[Information given]

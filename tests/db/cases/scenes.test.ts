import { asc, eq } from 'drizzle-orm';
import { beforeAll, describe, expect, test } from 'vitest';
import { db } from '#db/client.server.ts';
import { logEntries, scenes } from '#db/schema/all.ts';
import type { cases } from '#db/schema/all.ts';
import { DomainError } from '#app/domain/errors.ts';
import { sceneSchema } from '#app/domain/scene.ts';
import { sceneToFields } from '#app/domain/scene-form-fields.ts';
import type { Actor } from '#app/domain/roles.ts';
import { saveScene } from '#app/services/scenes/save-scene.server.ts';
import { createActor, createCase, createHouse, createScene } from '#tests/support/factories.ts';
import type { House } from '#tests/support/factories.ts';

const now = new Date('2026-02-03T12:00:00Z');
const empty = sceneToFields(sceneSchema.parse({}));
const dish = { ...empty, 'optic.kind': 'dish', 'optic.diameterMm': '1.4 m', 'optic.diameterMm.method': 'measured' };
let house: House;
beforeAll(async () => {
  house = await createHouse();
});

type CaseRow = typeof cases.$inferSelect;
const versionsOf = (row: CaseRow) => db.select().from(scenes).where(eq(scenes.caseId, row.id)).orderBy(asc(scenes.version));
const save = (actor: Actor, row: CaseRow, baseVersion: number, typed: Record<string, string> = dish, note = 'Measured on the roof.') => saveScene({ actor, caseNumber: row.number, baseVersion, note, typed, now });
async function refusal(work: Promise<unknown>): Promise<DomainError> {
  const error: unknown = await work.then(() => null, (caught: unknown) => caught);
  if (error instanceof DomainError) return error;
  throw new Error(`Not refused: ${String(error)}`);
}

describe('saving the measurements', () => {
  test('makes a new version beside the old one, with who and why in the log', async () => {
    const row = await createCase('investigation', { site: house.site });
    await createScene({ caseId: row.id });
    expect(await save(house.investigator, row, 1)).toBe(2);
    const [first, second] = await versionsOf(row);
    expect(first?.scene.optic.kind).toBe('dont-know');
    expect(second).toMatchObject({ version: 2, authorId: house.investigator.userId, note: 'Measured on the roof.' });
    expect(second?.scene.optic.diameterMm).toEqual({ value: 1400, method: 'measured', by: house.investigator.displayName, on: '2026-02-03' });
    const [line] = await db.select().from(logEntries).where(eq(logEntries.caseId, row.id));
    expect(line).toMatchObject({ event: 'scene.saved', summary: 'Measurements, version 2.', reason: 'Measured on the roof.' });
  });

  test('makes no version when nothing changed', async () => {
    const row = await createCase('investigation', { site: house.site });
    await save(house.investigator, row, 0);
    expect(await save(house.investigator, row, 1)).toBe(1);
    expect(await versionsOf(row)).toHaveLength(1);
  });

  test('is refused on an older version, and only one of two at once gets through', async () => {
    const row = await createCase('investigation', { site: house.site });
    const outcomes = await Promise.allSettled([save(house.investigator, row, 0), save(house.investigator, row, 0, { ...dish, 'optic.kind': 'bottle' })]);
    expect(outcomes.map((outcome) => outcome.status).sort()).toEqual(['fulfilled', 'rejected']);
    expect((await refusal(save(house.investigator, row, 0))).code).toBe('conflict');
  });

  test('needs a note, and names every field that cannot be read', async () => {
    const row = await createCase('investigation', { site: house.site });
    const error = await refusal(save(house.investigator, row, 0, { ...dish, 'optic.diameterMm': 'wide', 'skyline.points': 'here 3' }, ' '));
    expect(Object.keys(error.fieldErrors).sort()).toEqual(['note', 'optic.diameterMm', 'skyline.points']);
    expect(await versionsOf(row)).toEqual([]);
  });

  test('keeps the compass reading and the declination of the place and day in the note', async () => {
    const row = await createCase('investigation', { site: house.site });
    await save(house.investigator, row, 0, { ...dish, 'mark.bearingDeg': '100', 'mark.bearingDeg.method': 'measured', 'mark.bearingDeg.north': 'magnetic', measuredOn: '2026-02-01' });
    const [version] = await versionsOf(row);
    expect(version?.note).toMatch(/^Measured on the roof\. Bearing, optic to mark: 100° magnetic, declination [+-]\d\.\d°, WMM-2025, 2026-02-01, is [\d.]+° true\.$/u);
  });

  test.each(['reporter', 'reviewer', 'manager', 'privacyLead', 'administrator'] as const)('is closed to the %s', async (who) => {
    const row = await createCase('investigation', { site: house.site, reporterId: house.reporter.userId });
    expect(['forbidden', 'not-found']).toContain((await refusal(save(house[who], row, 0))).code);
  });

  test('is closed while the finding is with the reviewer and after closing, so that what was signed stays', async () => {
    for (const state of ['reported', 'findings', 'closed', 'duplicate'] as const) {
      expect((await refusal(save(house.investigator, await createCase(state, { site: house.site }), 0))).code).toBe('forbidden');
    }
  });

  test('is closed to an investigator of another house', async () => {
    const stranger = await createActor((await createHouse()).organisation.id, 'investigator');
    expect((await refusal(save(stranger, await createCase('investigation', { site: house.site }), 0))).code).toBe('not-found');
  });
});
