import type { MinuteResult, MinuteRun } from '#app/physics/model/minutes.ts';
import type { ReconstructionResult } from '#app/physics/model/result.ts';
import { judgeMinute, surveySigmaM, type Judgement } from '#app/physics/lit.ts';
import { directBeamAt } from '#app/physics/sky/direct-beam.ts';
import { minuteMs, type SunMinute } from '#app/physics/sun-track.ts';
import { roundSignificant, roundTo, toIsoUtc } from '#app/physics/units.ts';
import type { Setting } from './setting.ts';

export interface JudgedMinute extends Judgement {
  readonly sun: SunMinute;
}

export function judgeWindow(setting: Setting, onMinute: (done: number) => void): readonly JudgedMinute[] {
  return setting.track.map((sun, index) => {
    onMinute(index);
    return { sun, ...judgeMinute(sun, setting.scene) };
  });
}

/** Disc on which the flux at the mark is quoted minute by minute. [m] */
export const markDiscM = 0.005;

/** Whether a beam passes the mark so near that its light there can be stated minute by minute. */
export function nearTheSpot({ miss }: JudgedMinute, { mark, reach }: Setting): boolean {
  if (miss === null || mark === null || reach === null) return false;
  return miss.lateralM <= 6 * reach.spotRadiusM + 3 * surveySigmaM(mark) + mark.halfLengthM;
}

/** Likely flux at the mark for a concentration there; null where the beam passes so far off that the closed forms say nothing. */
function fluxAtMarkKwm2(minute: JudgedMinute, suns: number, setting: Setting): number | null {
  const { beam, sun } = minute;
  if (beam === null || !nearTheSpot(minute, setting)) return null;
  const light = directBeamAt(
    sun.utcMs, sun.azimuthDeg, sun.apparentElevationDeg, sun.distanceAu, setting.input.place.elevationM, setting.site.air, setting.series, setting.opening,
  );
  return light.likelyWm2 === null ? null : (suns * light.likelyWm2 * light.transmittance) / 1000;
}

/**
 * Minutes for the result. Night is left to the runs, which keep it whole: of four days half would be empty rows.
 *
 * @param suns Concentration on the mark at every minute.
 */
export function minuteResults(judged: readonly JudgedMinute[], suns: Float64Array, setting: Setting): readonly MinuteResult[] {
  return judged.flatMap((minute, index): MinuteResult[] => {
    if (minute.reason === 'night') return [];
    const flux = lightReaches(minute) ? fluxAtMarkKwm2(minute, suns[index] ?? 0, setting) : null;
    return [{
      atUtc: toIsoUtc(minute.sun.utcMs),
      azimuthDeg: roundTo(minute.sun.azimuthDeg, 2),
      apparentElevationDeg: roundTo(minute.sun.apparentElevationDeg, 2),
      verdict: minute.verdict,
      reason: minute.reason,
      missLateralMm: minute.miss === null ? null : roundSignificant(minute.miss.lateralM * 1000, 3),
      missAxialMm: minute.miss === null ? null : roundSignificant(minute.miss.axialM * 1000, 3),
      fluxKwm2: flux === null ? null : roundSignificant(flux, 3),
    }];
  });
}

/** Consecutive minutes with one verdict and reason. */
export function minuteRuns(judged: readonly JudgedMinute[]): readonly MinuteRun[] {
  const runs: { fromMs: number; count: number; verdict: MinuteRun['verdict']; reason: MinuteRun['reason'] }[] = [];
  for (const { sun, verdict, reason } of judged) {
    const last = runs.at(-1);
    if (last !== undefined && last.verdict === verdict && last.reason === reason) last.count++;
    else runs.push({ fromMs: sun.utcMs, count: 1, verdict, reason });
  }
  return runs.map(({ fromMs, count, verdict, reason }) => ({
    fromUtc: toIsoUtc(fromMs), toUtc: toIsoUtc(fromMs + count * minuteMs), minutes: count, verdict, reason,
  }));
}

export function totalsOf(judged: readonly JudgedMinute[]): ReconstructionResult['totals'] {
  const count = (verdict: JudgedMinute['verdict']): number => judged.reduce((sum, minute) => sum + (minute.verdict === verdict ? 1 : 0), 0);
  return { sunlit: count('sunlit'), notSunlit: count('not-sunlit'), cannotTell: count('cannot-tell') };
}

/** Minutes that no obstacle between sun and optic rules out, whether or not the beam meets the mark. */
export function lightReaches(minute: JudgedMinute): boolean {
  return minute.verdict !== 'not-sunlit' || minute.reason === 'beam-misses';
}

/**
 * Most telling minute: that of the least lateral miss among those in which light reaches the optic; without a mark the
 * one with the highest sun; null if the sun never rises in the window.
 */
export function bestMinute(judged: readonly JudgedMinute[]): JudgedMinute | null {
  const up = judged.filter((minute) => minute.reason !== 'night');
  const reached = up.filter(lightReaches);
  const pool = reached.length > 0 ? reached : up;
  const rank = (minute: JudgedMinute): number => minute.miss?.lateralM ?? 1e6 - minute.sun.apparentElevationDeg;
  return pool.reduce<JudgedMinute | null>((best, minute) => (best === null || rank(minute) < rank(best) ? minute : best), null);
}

[/Information given]

● What is being asked
All lines from the beginning of the entries through the line marked "type CaseRow = typeof cases.$inferSelect;" are to be output exactly; nothing else belongs in the answer.

● Task result
filename tests/db/cases/scenes.test.ts
import { asc, eq } from 'drizzle-orm';
import { beforeAll, describe, expect, test } from 'vitest';
import { db } from '#db/client.server.ts';
import { logEntries, scenes } from '#db/schema/all.ts';
import type { cases } from '#db/schema/all.ts';
import { DomainError } from '#app/domain/errors.ts';
import { sceneSchema } from '#app/domain/scene.ts';
import { sceneToFields } from '#app/domain/scene-form-fields.ts';
import type { Actor } from '#app/domain/roles.ts';
import { saveScene } from '#app/services/scenes/save-scene.server.ts';
import { createActor, createCase, createHouse, createScene } from '#tests/support/factories.ts';
import type { House } from '#tests/support/factories.ts';

const now = new Date('2026-02-03T12:00:00Z');
const empty = sceneToFields(sceneSchema.parse({}));
const dish = { ...empty, 'optic.kind': 'dish', 'optic.diameterMm': '1.4 m', 'optic.diameterMm.method': 'measured' };
let house: House;
beforeAll(async () => {
  house = await createHouse();
});

type CaseRow = typeof cases.$inferSelect;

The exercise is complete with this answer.